(Record excerpts)
Segment Open
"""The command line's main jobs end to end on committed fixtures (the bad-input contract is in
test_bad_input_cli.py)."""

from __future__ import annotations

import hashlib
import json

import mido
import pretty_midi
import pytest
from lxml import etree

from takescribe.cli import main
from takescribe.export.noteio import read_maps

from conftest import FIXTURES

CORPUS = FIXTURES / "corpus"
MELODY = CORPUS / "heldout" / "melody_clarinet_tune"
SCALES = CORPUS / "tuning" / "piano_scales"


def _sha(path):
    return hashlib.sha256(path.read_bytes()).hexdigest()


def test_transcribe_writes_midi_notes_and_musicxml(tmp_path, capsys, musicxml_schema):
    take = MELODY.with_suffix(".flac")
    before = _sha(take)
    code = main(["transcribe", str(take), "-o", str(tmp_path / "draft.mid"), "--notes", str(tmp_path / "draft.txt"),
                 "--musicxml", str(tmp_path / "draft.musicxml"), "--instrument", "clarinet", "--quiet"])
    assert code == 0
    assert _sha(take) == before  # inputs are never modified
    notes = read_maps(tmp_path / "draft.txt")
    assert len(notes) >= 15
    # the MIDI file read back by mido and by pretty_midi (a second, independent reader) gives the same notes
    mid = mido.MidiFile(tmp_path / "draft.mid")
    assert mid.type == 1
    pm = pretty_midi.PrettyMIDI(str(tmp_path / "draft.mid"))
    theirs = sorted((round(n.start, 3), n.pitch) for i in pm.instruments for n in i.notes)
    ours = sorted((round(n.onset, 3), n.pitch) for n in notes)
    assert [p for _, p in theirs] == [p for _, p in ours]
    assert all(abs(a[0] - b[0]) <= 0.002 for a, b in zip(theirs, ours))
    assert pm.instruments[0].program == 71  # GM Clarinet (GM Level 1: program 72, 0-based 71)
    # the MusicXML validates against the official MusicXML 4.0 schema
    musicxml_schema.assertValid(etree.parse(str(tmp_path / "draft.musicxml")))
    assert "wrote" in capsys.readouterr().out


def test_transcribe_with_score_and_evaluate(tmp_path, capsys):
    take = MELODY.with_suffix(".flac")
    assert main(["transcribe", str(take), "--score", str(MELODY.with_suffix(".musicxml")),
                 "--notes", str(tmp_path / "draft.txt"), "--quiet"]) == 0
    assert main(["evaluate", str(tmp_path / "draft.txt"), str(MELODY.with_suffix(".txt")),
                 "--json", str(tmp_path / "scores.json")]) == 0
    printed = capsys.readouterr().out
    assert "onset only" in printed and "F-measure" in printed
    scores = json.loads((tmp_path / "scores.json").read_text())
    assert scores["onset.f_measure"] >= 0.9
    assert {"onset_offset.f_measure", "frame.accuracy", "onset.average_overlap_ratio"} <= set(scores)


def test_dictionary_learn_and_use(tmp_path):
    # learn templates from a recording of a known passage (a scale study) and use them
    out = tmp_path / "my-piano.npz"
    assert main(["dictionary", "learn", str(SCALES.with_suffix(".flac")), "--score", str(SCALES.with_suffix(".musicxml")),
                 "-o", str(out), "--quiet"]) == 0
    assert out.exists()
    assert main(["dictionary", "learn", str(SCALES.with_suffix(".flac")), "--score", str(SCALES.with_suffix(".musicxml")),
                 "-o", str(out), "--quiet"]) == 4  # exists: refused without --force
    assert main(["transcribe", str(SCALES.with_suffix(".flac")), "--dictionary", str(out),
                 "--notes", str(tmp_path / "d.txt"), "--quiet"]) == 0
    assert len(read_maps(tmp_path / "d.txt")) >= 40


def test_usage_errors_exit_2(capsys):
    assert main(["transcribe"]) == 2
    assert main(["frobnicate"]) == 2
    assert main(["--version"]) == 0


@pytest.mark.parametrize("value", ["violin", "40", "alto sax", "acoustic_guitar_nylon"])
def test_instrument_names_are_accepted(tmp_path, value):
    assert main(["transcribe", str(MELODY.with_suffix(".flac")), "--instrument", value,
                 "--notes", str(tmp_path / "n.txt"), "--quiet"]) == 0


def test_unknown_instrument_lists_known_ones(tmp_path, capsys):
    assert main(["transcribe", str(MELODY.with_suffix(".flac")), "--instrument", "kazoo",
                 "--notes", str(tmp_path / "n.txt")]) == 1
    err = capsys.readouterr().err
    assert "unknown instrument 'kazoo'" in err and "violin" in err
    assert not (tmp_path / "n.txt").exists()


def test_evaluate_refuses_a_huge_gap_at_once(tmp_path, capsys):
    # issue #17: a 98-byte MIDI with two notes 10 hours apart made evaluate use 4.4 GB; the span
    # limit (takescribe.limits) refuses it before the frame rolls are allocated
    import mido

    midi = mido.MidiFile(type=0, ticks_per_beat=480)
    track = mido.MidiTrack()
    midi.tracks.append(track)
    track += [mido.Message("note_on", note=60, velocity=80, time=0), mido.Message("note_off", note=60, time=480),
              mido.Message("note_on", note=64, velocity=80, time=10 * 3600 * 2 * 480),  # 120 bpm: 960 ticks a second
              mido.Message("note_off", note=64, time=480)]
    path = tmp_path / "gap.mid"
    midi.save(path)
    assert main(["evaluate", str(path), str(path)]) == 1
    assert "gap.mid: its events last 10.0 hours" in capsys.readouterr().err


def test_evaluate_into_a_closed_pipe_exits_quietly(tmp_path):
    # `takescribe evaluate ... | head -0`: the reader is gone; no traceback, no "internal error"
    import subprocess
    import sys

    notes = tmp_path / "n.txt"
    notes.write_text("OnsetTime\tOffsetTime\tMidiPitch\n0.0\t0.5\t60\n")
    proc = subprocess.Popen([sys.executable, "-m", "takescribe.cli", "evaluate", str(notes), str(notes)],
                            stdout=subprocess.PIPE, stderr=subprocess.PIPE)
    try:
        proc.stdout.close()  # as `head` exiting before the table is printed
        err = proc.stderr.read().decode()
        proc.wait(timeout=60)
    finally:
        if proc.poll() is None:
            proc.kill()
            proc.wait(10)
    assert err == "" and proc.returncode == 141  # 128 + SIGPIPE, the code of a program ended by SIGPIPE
Segment Closed
Segment Open
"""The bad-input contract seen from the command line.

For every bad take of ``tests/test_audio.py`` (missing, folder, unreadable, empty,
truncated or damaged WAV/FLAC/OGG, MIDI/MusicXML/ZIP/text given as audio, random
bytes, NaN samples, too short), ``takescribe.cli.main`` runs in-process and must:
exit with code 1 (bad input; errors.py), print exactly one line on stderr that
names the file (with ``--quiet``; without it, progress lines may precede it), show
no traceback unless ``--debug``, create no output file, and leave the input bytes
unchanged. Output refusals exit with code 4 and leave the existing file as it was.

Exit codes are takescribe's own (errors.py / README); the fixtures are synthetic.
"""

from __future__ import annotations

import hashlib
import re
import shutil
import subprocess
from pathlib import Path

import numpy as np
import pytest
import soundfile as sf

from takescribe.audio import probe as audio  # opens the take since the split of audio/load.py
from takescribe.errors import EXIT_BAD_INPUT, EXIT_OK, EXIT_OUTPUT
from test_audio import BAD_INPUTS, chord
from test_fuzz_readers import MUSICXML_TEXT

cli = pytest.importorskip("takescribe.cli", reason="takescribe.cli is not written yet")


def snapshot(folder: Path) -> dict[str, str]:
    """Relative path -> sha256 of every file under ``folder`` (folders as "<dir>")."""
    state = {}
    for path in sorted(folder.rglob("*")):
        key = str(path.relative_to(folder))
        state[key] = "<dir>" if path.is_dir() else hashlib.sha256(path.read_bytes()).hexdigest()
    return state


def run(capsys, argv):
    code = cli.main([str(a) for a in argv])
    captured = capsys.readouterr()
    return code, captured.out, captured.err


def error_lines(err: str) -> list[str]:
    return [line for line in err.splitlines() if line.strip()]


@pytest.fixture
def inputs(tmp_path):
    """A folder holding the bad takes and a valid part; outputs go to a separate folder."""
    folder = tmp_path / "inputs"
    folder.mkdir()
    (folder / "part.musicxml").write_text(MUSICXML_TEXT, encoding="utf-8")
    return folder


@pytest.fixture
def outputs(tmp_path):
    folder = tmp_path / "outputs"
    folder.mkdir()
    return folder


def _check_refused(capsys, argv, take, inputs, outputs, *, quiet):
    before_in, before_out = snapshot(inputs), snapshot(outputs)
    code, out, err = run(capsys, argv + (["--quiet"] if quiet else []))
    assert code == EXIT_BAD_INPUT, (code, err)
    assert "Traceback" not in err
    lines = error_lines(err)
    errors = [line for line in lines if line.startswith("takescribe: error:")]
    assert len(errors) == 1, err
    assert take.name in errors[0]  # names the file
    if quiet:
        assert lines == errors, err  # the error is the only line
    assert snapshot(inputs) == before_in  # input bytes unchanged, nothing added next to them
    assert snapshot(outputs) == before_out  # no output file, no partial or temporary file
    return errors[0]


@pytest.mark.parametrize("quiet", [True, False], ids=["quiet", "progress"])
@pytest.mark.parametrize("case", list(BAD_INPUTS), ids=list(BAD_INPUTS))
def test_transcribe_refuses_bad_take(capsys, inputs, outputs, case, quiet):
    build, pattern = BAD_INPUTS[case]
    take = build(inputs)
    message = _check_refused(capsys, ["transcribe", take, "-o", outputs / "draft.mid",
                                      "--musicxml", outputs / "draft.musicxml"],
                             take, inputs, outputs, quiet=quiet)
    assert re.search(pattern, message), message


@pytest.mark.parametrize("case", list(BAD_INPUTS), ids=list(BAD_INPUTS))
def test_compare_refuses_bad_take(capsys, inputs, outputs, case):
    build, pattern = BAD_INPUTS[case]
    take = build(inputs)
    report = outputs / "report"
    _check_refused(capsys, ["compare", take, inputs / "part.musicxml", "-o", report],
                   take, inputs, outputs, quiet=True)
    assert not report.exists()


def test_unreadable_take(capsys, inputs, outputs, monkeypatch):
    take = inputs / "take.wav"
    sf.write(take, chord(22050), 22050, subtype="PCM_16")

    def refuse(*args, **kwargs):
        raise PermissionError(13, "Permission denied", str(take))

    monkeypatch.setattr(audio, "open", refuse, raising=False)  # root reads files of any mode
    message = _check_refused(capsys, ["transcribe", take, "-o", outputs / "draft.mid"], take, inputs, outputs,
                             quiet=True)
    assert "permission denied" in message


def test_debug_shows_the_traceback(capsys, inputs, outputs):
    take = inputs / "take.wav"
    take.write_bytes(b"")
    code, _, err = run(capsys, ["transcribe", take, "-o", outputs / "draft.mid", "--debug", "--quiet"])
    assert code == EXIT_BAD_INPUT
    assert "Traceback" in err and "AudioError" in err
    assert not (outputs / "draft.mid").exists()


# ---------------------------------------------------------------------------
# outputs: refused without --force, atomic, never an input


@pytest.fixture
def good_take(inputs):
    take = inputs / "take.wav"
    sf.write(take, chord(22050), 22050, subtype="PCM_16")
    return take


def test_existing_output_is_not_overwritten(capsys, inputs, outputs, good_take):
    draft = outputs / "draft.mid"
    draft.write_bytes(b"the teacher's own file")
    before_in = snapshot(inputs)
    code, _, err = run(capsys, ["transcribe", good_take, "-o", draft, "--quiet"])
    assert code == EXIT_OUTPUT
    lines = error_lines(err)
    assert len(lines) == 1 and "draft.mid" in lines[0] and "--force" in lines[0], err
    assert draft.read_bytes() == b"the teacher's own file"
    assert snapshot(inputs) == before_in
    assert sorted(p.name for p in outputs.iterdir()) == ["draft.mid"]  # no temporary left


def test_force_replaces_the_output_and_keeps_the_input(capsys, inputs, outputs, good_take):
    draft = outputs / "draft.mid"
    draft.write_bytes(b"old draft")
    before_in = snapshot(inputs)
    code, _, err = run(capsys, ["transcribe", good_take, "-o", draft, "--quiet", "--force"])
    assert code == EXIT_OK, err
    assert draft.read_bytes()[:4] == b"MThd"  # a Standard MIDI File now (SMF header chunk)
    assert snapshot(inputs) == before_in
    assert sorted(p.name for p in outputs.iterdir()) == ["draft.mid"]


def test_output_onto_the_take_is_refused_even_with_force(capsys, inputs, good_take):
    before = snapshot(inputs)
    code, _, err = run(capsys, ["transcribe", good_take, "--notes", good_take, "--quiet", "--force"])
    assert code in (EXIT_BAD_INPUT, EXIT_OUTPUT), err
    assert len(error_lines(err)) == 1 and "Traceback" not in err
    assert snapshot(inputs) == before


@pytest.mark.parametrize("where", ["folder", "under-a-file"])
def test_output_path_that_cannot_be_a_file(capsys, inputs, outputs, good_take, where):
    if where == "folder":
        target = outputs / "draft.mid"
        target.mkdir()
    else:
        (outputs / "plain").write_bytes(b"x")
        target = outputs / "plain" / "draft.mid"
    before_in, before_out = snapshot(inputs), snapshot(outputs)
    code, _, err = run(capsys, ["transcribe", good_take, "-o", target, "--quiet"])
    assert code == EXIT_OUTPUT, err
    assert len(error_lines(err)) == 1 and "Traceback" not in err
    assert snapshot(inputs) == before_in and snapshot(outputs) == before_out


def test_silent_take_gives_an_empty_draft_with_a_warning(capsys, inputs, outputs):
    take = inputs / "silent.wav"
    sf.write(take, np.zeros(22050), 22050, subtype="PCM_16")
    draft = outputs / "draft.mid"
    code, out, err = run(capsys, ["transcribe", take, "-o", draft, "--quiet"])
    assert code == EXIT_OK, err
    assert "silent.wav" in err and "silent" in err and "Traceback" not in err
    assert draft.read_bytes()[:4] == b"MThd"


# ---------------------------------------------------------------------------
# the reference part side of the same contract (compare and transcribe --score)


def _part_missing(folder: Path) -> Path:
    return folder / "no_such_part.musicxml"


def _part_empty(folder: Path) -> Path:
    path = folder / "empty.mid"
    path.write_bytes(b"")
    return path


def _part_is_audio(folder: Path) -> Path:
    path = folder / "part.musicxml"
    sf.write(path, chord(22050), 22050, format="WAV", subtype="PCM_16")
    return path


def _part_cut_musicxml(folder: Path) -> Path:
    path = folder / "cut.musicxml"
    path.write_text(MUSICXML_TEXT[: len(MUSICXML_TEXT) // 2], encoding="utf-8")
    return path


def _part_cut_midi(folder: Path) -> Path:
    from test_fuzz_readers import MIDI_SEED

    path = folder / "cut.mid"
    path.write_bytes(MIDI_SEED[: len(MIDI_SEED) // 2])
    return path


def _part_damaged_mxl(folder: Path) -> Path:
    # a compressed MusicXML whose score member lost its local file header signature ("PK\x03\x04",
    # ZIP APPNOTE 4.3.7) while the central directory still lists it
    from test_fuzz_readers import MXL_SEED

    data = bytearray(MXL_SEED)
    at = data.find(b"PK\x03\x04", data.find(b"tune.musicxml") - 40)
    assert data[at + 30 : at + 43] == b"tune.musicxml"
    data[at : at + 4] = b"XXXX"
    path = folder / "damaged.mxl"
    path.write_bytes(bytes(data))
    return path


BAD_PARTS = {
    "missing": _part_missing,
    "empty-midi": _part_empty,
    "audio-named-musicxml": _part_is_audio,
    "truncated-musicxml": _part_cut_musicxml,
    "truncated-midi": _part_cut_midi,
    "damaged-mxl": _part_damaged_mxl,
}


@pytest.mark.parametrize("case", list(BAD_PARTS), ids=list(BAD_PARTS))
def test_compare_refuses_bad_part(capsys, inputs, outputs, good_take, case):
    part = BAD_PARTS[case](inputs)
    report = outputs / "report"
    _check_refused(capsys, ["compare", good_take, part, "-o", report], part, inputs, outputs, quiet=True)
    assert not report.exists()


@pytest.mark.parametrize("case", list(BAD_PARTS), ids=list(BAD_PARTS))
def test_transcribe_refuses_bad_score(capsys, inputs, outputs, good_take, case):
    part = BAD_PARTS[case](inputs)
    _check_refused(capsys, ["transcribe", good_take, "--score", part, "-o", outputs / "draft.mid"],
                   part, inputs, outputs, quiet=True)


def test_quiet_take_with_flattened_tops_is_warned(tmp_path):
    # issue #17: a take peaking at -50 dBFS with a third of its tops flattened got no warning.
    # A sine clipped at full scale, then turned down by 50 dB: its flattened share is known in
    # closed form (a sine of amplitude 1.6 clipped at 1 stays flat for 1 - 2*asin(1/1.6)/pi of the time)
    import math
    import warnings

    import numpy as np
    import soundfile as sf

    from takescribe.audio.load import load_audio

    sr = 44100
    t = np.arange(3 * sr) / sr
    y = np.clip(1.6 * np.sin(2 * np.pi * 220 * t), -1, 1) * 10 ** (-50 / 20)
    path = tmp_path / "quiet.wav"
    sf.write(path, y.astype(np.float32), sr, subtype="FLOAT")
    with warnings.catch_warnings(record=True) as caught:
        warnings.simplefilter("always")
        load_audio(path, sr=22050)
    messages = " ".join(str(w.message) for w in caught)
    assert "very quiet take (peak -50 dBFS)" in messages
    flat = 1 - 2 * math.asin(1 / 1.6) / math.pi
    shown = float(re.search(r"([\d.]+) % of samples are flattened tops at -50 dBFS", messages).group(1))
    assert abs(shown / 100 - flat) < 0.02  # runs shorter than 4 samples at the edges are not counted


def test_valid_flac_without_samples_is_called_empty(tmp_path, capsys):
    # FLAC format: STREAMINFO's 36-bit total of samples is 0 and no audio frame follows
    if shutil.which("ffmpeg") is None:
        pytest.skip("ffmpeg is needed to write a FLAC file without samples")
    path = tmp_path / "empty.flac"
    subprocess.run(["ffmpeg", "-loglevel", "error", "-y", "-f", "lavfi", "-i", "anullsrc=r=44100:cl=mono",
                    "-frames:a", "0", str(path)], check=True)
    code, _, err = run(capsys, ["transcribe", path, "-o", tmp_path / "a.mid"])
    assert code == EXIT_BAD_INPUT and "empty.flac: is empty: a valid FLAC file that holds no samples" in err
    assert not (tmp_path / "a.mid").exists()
Segment Closed
(Task to carry out)
Gather from the records above every line containing the string "velocity".

(Task solution)
    track += [mido.Message("note_on", note=60, velocity=80, time=0), mido.Message("note_off", note=60, time=480),
              mido.Message("note_on", note=64, velocity=80, time=10 * 3600 * 2 * 480),  # 120 bpm: 960 ticks a second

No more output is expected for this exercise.